[[ Data extracts open ]]

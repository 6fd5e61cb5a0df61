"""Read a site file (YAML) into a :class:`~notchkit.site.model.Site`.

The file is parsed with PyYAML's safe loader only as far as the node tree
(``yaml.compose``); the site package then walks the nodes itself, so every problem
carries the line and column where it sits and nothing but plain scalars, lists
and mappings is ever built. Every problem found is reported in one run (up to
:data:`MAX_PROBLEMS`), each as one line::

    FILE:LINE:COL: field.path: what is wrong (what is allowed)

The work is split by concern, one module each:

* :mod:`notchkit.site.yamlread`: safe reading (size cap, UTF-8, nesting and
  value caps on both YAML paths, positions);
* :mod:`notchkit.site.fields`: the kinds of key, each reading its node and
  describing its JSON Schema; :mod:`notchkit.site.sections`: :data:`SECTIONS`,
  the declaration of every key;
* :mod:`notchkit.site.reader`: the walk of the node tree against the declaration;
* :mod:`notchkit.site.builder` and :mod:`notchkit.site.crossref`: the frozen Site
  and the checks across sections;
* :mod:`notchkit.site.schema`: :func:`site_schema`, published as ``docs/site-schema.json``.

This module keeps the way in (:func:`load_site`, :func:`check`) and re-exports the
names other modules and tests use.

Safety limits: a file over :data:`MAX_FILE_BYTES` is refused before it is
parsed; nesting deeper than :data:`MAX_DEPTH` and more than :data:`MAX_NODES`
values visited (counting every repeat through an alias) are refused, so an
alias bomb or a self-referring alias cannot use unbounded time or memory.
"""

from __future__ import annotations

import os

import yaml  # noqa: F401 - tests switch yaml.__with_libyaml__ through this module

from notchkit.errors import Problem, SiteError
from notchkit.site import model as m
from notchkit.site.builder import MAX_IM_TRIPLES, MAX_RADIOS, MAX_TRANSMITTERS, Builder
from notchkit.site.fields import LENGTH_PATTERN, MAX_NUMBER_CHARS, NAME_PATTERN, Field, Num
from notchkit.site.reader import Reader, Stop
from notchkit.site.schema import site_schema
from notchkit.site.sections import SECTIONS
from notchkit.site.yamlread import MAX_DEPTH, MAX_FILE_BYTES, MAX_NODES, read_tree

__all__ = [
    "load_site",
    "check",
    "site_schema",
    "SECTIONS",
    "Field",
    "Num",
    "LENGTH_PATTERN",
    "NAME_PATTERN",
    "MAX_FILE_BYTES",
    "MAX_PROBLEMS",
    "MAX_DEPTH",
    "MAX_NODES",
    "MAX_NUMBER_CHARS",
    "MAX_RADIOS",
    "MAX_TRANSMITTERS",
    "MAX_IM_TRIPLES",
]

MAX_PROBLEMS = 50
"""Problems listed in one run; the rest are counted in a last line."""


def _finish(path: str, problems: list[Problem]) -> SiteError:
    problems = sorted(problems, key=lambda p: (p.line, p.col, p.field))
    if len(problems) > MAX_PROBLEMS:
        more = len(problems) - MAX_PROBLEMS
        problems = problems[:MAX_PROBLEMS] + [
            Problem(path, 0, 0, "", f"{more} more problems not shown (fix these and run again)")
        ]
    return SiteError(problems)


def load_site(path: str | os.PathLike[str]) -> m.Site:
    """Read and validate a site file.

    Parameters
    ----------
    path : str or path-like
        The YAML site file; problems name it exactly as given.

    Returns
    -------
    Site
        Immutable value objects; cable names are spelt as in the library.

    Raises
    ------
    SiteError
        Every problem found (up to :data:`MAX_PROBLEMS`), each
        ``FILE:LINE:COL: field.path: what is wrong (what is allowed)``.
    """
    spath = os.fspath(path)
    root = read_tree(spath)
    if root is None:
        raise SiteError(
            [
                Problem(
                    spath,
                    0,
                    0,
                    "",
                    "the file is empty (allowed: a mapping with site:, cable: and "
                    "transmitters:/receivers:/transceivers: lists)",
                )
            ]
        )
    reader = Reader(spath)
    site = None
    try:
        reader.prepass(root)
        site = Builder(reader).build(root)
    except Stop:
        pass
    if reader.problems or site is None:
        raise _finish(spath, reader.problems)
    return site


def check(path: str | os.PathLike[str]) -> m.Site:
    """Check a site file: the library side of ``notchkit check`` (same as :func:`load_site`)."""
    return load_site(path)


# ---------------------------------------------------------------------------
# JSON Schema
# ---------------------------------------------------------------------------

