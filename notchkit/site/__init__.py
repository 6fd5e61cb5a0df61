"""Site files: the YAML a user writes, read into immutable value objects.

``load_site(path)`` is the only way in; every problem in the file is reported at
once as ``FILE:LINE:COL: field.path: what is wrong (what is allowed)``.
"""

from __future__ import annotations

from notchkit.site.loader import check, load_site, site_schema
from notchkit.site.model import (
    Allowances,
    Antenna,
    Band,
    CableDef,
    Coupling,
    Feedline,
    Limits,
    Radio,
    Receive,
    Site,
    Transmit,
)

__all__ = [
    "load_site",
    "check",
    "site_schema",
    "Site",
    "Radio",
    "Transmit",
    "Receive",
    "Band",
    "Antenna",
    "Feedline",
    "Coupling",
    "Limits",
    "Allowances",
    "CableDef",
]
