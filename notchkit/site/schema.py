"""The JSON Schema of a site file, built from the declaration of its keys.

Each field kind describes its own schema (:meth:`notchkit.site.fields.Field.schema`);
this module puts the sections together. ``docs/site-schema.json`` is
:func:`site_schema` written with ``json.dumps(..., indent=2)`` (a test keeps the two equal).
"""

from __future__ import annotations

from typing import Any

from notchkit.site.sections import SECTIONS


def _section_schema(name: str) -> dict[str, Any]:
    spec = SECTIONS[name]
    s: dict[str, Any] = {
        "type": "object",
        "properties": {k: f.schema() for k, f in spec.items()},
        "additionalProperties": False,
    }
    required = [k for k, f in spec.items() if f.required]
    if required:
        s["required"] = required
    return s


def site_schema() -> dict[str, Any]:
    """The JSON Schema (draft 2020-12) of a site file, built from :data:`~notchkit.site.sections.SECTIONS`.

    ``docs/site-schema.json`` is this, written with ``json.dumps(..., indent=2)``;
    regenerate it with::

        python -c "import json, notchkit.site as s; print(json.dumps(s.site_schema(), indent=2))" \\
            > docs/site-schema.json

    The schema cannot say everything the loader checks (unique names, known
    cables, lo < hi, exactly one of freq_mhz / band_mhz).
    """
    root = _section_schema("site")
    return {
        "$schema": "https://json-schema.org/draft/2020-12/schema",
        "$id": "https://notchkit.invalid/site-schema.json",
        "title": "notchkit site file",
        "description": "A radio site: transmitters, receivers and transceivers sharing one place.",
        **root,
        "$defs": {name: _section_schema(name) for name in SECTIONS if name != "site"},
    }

[[ Data extracts closed ]]

Assigned task. Go through the material and copy every line in which the word "root" occurs.

Result of the task.
    root = read_tree(spath)
    if root is None:
        reader.prepass(root)
        site = Builder(reader).build(root)
    root = _section_schema("site")
        **root,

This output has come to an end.